2d. On a single plot, display the payrolls over time (i.e., over the years 1985 to 2016) for 8 teams of your choosing. Make sure that their payroll curves are distinguishable (by color, line type, some combo, you choose). Make sure that the y limit is properly set (so the extremes of all curves are properly contained within the plotting region). Use appropriately labeled axes, an appropriate title, and an informative legend.
Challenge. To make these plots more sensible, we need to adjust for inflation. Find data on the average consumer price index (CPI) over the years 1985 to 2016, and use this to adjust the payrolls for inflation and reproduce your plot from Q2d. Comment on the changes.
3a. Use a SQL query and dbGetQuery()
to calculate the top 10 best batting averages achieved by a player in any season after 1940. Note: batting average is the number of hits (H
) divided by number of at bats (AB
) achieved by a player in a given season, but (let’s say) it is only defined for players that have at least 400 at bats in that season. Your resulting data frame from the SQL query should be 10 x 3, with the 3 columns displaying the playerID, yearID, and batting average.

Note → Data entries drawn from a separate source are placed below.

import { readFileSync } from 'node:fs';
import { join } from 'node:path';
import pg from 'pg';
import { beforeAll, describe, expect, it } from 'vitest';
import type { ReportLine, Verdict } from '#src/services/import/seasonReport.ts';
import { useTestDatabase } from '#tests/config/testDatabase.ts';
import { importFrom } from '#tests/integration/import/inFolder.ts';

const FOLDER = join(process.cwd(), 'tests/fixtures/season');
type Cell = [file: string, row: number, column: number, ...rest: (string | number)[]];
type Row = [file: string, row: number, ...rest: (string | number)[]];
const blemishes = JSON.parse(readFileSync('tests/fixtures/season-blemishes.json', 'utf8')) as {
  trials: { read: number; asked: Cell[]; void: Cell[]; blankCells: Cell[]; inches: Cell[] };
  growth: { read: number; pounds: Row[] };
  shots: {
    read: number;
    sessions: number;
    excluded: Row[];
    otherClubs: Row[];
    averageRows: Row[];
    unitRows: Row[];
    blankReadings: Cell[];
  };
  recordings: { traces: number; curves: number };
  athletes: { read: number; leftHanded: string[] };
};

const database = useTestDatabase();

async function query<T extends pg.QueryResultRow>(text: string, values: unknown[] = []): Promise<T[]> {
  const client = new pg.Client({ connectionString: database().superuserUrl });
  await client.connect();
  try {
    return (await client.query<T>(text, values)).rows;
  } finally {
    await client.end();
  }
}

const cells = (lines: readonly ReportLine[], kind: ReportLine['kind'], ...verdicts: Verdict[]) =>
  lines
    .filter((line) => line.kind === kind && verdicts.includes(line.verdict))
    .map(({ file, row, column }) => `${file} ${row} ${column}`)
    .sort();
const rows = (lines: readonly ReportLine[], kind: ReportLine['kind'], ...verdicts: Verdict[]) =>
  lines
    .filter((line) => line.kind === kind && verdicts.includes(line.verdict))
    .map(({ file, row }) => `${file} ${row}`)
    .sort();
const cellKeys = (list: readonly Cell[]) => list.map(([file, row, column]) => `${file} ${row} ${column}`).sort();
const rowKeys = (list: readonly Row[]) => list.map(([file, row]) => `${file} ${row}`).sort();
const sum = (counts: object) => Object.values(counts).reduce((total: number, count: number) => total + count, 0);

describe('the season', () => {
  let first: Awaited<ReturnType<typeof importFrom>>;
  beforeAll(async () => {
    first = await importFrom(FOLDER, 'Dunes Junior Academy');
  });

  it('accounts for every row and cell, each once', () => {
    const { summary } = first;
    expect(summary.athletes).toBe(blemishes.athletes.read);
    expect(sum(summary.trials)).toBe(blemishes.trials.read);
    expect(sum(summary.growth)).toBe(blemishes.growth.read);
    expect(sum(summary.shots)).toBe(blemishes.shots.read);
    expect(sum(summary.traces)).toBe(blemishes.recordings.traces);
    expect(sum(summary.curves)).toBe(blemishes.recordings.curves);
    expect(summary.sessions).toBe(blemishes.shots.sessions);
  });

  it('gives every blemish its verdict and nothing else one', () => {
    const { lines, summary } = first;
    expect(cells(lines, 'trials', 'asked')).toEqual(cellKeys(blemishes.trials.asked));
    expect(cells(lines, 'trials', 'void')).toEqual(cellKeys(blemishes.trials.void));
    expect(rows(lines, 'shots', 'excluded')).toEqual(rowKeys(blemishes.shots.excluded));
    expect(rows(lines, 'shots', 'other club')).toEqual(rowKeys(blemishes.shots.otherClubs));
    const leftOut = [...blemishes.shots.averageRows, ...blemishes.shots.unitRows];
    expect(rows(lines, 'file', 'left out')).toEqual(rowKeys(leftOut));
    const spoken = new Set(cells(lines, 'trials', 'taken', 'void', 'asked', 'refused'));
    expect(cellKeys(blemishes.trials.blankCells).filter((cell) => spoken.has(cell))).toEqual([]);
    expect(lines.filter(({ verdict }) => verdict === 'refused' || verdict === 'note')).toEqual([]);
    expect(summary.trials.refused + summary.growth.refused + summary.shots.refused).toBe(0);
  });

  it('says why a value is asked and a shot excluded', () => {
    const reason = (verdict: Verdict, [file, row]: Row | Cell) =>
      first.lines.find((line) => line.file === file && line.row === row && line.verdict === verdict)?.reason;
    for (const cell of blemishes.trials.asked) expect(reason('asked', cell)).toBe(`looks ${cell[3]}`);
    for (const cell of blemishes.trials.void) expect(reason('void', cell)).toBe(cell[3]);
    const rules = {
      'short of the model': /% of the .* that its launch/,
      'far from the median': /scaled median deviations/,
    };
    for (const shot of blemishes.shots.excluded) {
      expect(reason('excluded', shot)).toMatch(rules[shot[2] as keyof typeof rules]);
    }
  });

  it('reads inches, pounds, miles and yards', async () => {
    const trials = await query<{ origin: string; value_si: number; entered_unit: string }>(
      `select origin, value_si, entered_unit from trial where entered_unit = 'in'`,
    );
    const byOrigin = new Map(trials.map((trial) => [trial.origin, trial.value_si]));
    expect(trials).toHaveLength(blemishes.trials.inches.length);
    for (const [file, row, column, , metres] of blemishes.trials.inches) {
      expect(byOrigin.get(`${file}, row ${row}, column ${column}`)).toBeCloseTo(metres as number, 8);
    }
    const masses = await query<{ mass_kg: number }>(
      `select mass_kg from growth_measure where entered ->> 'massKg' like '%lb'`,
    );
    const byMass = (a: number, b: number) => a - b;
    const kilograms = masses.map(({ mass_kg: mass }) => mass).sort(byMass);
    const written = blemishes.growth.pounds.map(([, , , kg]) => kg as number).sort(byMass);
    expect(kilograms.map((kg) => kg.toFixed(6))).toEqual(written.map((kg) => kg.toFixed(6)));
    // By hand: row 4 of driver_2025-01-22.csv, 158.6 yd × 0.9144 and 112.9 mph × 0.44704.
    const [shot] = await query<{ carry_m: number; ball_speed_mps: number }>(
      `select carry_m, ball_speed_mps from shot join driver_session s on s.id = driver_session_id
       join athlete a on a.id = athlete_id
       where held_on = '2025-01-22' and shot_no = 2 and family_name = 'Novak'`,
    );
    expect(shot).toEqual({ carry_m: expect.closeTo(145.02384, 6), ball_speed_mps: expect.closeTo(50.470816, 6) });
  });

  it('mirrors both left-handers', async () => {
    for (const name of blemishes.athletes.leftHanded) {
      const [given, family] = name.split(' ') as [string, string];
      const [hand] = await query<{ plays: string }>(
        `select plays from handedness h join athlete a on a.id = h.athlete_id where family_name = $1`,
        [family],
      );
      expect(hand?.plays).toBe('left');
      const sheet = readFileSync(join(FOLDER, 'battery_2026-09-12.csv'), 'utf8').split('\r\n');
      const valid = (leg: string) =>
        sheet
          .map((row) => row.split(','))
          .filter((row) => row[0] === name && row[1] === 'Single-leg isometric push' && row[2] === leg && !row[6])
          .map((row) => Number(row[4]));
      const [judged] = await query<{
        history: { strength: { on: string; test: string; leadTrials: number[]; trailTrials: number[] }[] };
      }>(
        `select history from judgement j join athlete a on a.id = j.athlete_id
         where given_name = $1 and family_name = $2 order by made_at desc limit 1`,
        [given, family],
      );
      const push = judged?.history.strength.filter(({ test }) => test === 'push').at(-1);
      expect(push?.on).toBe(sheet.some((row) => row.startsWith(name)) ? '2026-09-12' : '2026-05-09');
      if (push?.on === '2026-09-12') {
        expect(push.leadTrials).toEqual(valid('right'));
        expect(push.trailTrials).toEqual(valid('left'));
      }
    }
    // Castellano plays left: her lead plate is the right one (third column), its peak between top and finish.
    const file = readFileSync(join(FOLDER, 'ground/Castellano_Zora_2026-09-14_swing1.csv'), 'utf8').split('\n');
    const [, top, finish] = /top=([\d.]+).*finish=([\d.]+)/.exec(file[0]!)!.map(Number);
    const right = file
      .slice(2)
      .map((row) => row.split(',').map(Number))
      .filter(([time]) => time! >= top! && time! <= finish!)
      .map(([, , value]) => value!);
    const [trace] = await query<{ figures: Record<'left' | 'right', { peakLead: { force: number } }> }>(
      `select figures from ground_trace t join athlete a on a.id = t.athlete_id
       where family_name = 'Castellano' and recorded_on = '2026-09-14' and swing_no = 1`,
    );
    expect(trace?.figures.right.peakLead.force).toBe(Math.max(...right));
  });

  it('makes one director and two coaches for all squads, keeps parents uninvited, and shows seven terms', async () => {
    expect(first.signIns.map(({ role }) => role)).toEqual(['director', 'strength_coach', 'swing_coach']);
    expect(new Set(first.signIns.map(({ password }) => password)).size).toBe(3);
    const [counts] = await query(
      `select (select count(*)::int from squad) squads, (select count(*)::int from squad_coach) coached,
         (select count(*)::int from membership) members, (select count(*)::int from term) terms,
         (select count(*)::int from guardian_address where invited_at is null) addresses,
         (select count(*)::int from guardian_address where invited_at is not null) invited`,
    );
    expect(counts).toEqual({ squads: 2, coached: 4, members: 3, terms: 7, addresses: 24, invited: 0 });
  });

  it('raises outruns and tells those that are open, with the criteria of the judgement that held the level', async () => {
    expect(first.summary.outruns.length).toBeGreaterThan(0);
    const open = await query<{
      athlete: string;
      level: string;
      result: { criteria: { name: string; verdict: string }[] };
    }>(
      `select given_name || ' ' || family_name as athlete, o.level, j.result from outrun o
       join athlete a on a.id = o.athlete_id join judgement j on j.id = o.level_judgement_id
       where state in ('raised', 'discussed', 'in hand')`,
    );
    const told = open.map(({ athlete, level, result }) => ({
      athlete,
      level,
      criteria: result.criteria.filter(({ verdict }) => /^(met|strong)$/.test(verdict)).map(({ name }) => name),
    }));
    const byName = (a: { athlete: string }, b: { athlete: string }) => (a.athlete < b.athlete ? -1 : 1);
    expect([...first.summary.outruns].sort(byName)).toEqual(told.sort(byName));
    for (const { criteria } of first.summary.outruns) expect(criteria).toContain('lead-deficit');
  });

  it('takes nothing twice, and tells the same', async () => {
    const counted = () =>
      query(
        [
          'athlete',
          'trial',
          'curve',
          'growth_measure',
          'driver_session',
          'shot',
          'ground_trace',
          'ground_channel',
          'judgement',
          'outrun',
          'outrun_event',
          'membership',
          'import_file',
          'audit',
        ]
          .map((table) => `select '${table}' as name, count(*)::int from ${table}`)
          .join(' union all '),
      );
    const before = await counted();
    const second = await importFrom(FOLDER, 'Dunes Junior Academy');
    expect(await counted()).toEqual(before);
    expect(second.summary).toEqual(first.summary);
    expect(second.lines).toEqual(first.lines);
    expect(second.signIns).toEqual([]);
  });
});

3b. Compute batting averages as described in Q3a, but now plot a histogram of all of these battings averages (aggregated over all players and all seasons after 1940), with an appropriate title. Use a large value of the breaks
argument to get a good sense of the shape of the histogram. Does this look like a normal distribution to you? What is the estimated mean and the standard deviation? Overlay the normal density curve on top of your histogram, with the appropriate mean and variance, and comment on how it fits. Challenge: perform a rigorous hypothesis test for normality of batting averages here; you might consider using ks.test()
.
3c. For the computed batting averages in the last question, separate out the batting averages before and after 1985. Plot two overlaid histograms, using transparent colors, for the batting averages before and after 1985. Set an appropriate title and informative legend. Do the distributions look different? If so, how? Challenge: perform a rigorous hypothesis test for the difference in distributions here; you might again consider using ks.test()
.
3d. Modifying your SQL query in Q3b so that you also extract, in addition to the batting averages, the number of home runs (for all players and all seasons after 1940). Produce a scatterplot of the number of home runs versus the batting average, with appropriate axes labels and an appropriate title. What does the general trend appear to be? Overlay the least squares regression line on top of your plot. What could go wrong with using this regression line to predict a player’s home run total from their batting average?